### Problem requirements
Your response should consist of the entries below, written out exactly.
Segment Start: Data for processing
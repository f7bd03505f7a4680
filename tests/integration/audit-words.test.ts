import { and, eq } from "drizzle-orm";
import { beforeAll, describe, expect, it } from "vitest";
import { listAuditEntries } from "@/db/queries/audit";
import { auditLog, memberships, users } from "@/db/schema";
import { changeRoles } from "@/lib/actions/members/change-roles";
import { EMPTY, clubBySlug, db, form, seedOnce, signInAs } from "./helpers";

const SLUG = "reedwater";

describe("the audit log reads as sentences in the club's time", () => {
  beforeAll(async () => {
    await seedOnce();
  });

  it("a role change names who did it, whose roles, the change in words and the club-local time", async () => {
    const club = clubBySlug(SLUG);
    signInAs("admin@hangarline.test");
    const member = db().select().from(users).where(eq(users.email, "pilot2@hangarline.test")).get()!;
    const membership = db().select().from(memberships).where(and(eq(memberships.clubId, club.id), eq(memberships.userId, member.id))).get()!;
    const answer = await changeRoles(EMPTY, form({ club: SLUG, membershipId: membership.id, roles: ["member", "instructor"] }));
    expect(answer.ok, answer.message).toBe(true);

    const row = db().select().from(auditLog).where(and(eq(auditLog.clubId, club.id), eq(auditLog.action, "member.roles.change"))).get()!;
    const entry = listAuditEntries(db(), club).find((e) => e.id === row.id)!;
    expect(entry.sentence).toBe(`Abena Carrow changed a member's roles (${member.name}).`);
    expect(entry.details).toEqual(["roles: member → member, instructor"]);
    // The club's own wall clock, with its zone's short name, never a raw instant.
    const expectedWhen = new Intl.DateTimeFormat("en-GB", { timeZone: club.timeZone, weekday: "short", day: "numeric", month: "short", year: "numeric", hour: "2-digit", minute: "2-digit", hourCycle: "h23", timeZoneName: "short" }).format(row.createdAt);
    expect(entry.when).toBe(expectedWhen);
    expect(entry.when).not.toMatch(/T\d{2}:\d{2}|Z$/);
  });

  it("no entry shows raw JSON or a record id", () => {
    const club = clubBySlug(SLUG);
    const entries = listAuditEntries(db(), club);
    expect(entries.length).toBeGreaterThan(0);
    const ids = db().select({ id: auditLog.subjectId }).from(auditLog).where(eq(auditLog.clubId, club.id)).all().map((r) => r.id);
    for (const e of entries) {
      const text = [e.sentence, ...e.details].join("\n");
      expect(text).not.toMatch(/[{}"]/);
      for (const id of ids) if (id.length > 12) expect(text).not.toContain(id);
    }
  });

  it("another club's entries are not in this club's log", () => {
    const other = clubBySlug("cottonwood-flyers");
    const mine = new Set(listAuditEntries(db(), clubBySlug(SLUG)).map((e) => e.id));
    const theirs = db().select({ id: auditLog.id }).from(auditLog).where(eq(auditLog.clubId, other.id)).all();
    for (const t of theirs) expect(mine.has(t.id)).toBe(false);
  });
});
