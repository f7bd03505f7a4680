// Shared by the authorization tests: everything a server component hands on (its element tree
// with every prop, which is what ends up serialized into the page source) as one string.
import { isValidElement } from "react";

/** Every string and number in a rendered element tree's props, children included. */
export function treeText(node: unknown): string {
  const out: string[] = [];
  const seen = new WeakSet<object>();
  const visit = (value: unknown, depth: number): void => {
    if (depth > 60 || value === null || value === undefined || typeof value === "boolean") return;
    if (typeof value === "string" || typeof value === "number" || typeof value === "bigint") {
      out.push(String(value));
      return;
    }
    if (value instanceof Date) {
      out.push(value.toISOString());
      return;
    }
    if (typeof value !== "object") return;
    if (seen.has(value)) return;
    seen.add(value);
    if (isValidElement(value)) {
      visit((value as { props: unknown }).props, depth + 1);
      return;
    }
    if (Array.isArray(value)) {
      for (const v of value) visit(v, depth + 1);
      return;
    }
    for (const v of Object.values(value as Record<string, unknown>)) visit(v, depth + 1);
  };
  visit(node, 0);
  return out.join("\n");
}

export const params = <P extends Record<string, string>>(p: P) => ({ params: Promise.resolve(p) });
Segment End: Data for processing
### Response to the exercise
repository f7bd03505f7a4680
filename tests/integration/audit-words.test.ts
import { and, eq } from "drizzle-orm";
import { beforeAll, describe, expect, it } from "vitest";
import { listAuditEntries } from "@/db/queries/audit";
import { auditLog, memberships, users } from "@/db/schema";
import { changeRoles } from "@/lib/actions/members/change-roles";
import { EMPTY, clubBySlug, db, form, seedOnce, signInAs } from "./helpers";

const SLUG = "reedwater";

describe("the audit log reads as sentences in the club's time", () => {
  beforeAll(async () => {
    await seedOnce();
  });

  it("a role change names who did it, whose roles, the change in words and the club-local time", async () => {
    const club = clubBySlug(SLUG);
    signInAs("admin@hangarline.test");
    const member = db().select().from(users).where(eq(users.email, "pilot2@hangarline.test")).get()!;
    const membership = db().select().from(memberships).where(and(eq(memberships.clubId, club.id), eq(memberships.userId, member.id))).get()!;
    const answer = await changeRoles(EMPTY, form({ club: SLUG, membershipId: membership.id, roles: ["member", "instructor"] }));
    expect(answer.ok, answer.message).toBe(true);

    const row = db().select().from(auditLog).where(and(eq(auditLog.clubId, club.id), eq(auditLog.action, "member.roles.change"))).get()!;
    const entry = listAuditEntries(db(), club).find((e) => e.id === row.id)!;
    expect(entry.sentence).toBe(`Abena Carrow changed a member's roles (${member.name}).`);
    expect(entry.details).toEqual(["roles: member → member, instructor"]);
    // The club's own wall clock, with its zone's short name, never a raw instant.
    const expectedWhen = new Intl.DateTimeFormat("en-GB", { timeZone: club.timeZone, weekday: "short", day: "numeric", month: "short", year: "numeric", hour: "2-digit", minute: "2-digit", hourCycle: "h23", timeZoneName: "short" }).format(row.createdAt);
    expect(entry.when).toBe(expectedWhen);
    expect(entry.when).not.toMatch(/T\d{2}:\d{2}|Z$/);
  });

  it("no entry shows raw JSON or a record id", () => {
    const club = clubBySlug(SLUG);
    const entries = listAuditEntries(db(), club);
    expect(entries.length).toBeGreaterThan(0);
    const ids = db().select({ id: auditLog.subjectId }).from(auditLog).where(eq(auditLog.clubId, club.id)).all().map((r) => r.id);
    for (const e of entries) {
      const text = [e.sentence, ...e.details].join("\n");
      expect(text).not.toMatch(/[{}"]/);
      for (const id of ids) if (id.length > 12) expect(text).not.toContain(id);
    }
  });

  it("another club's entries are not in this club's log", () => {
    const other = clubBySlug("cottonwood-flyers");
    const mine = new Set(listAuditEntries(db(), clubBySlug(SLUG)).map((e) => e.id));
    const theirs = db().select({ id: auditLog.id }).from(auditLog).where(eq(auditLog.clubId, other.id)).all();
    for (const t of theirs) expect(mine.has(t.id)).toBe(false);
  });
});
repository f7bd03505f7a4680
// Shared by the authorization tests: everything a server component hands on (its element tree
// with every prop, which is what ends up serialized into the page source) as one string.
import { isValidElement } from "react";

/** Every string and number in a rendered element tree's props, children included. */
export function treeText(node: unknown): string {
  const out: string[] = [];
  const seen = new WeakSet<object>();
  const visit = (value: unknown, depth: number): void => {
    if (depth > 60 || value === null || value === undefined || typeof value === "boolean") return;
    if (typeof value === "string" || typeof value === "number" || typeof value === "bigint") {
      out.push(String(value));
      return;
    }
    if (value instanceof Date) {
      out.push(value.toISOString());
      return;
    }
    if (typeof value !== "object") return;
    if (seen.has(value)) return;
    seen.add(value);
    if (isValidElement(value)) {
      visit((value as { props: unknown }).props, depth + 1);
      return;
    }
    if (Array.isArray(value)) {
      for (const v of value) visit(v, depth + 1);
      return;
    }
    for (const v of Object.values(value as Record<string, unknown>)) visit(v, depth + 1);
  };
  visit(node, 0);
  return out.join("\n");
}

export const params = <P extends Record<string, string>>(p: P) => ({ params: Promise.resolve(p) });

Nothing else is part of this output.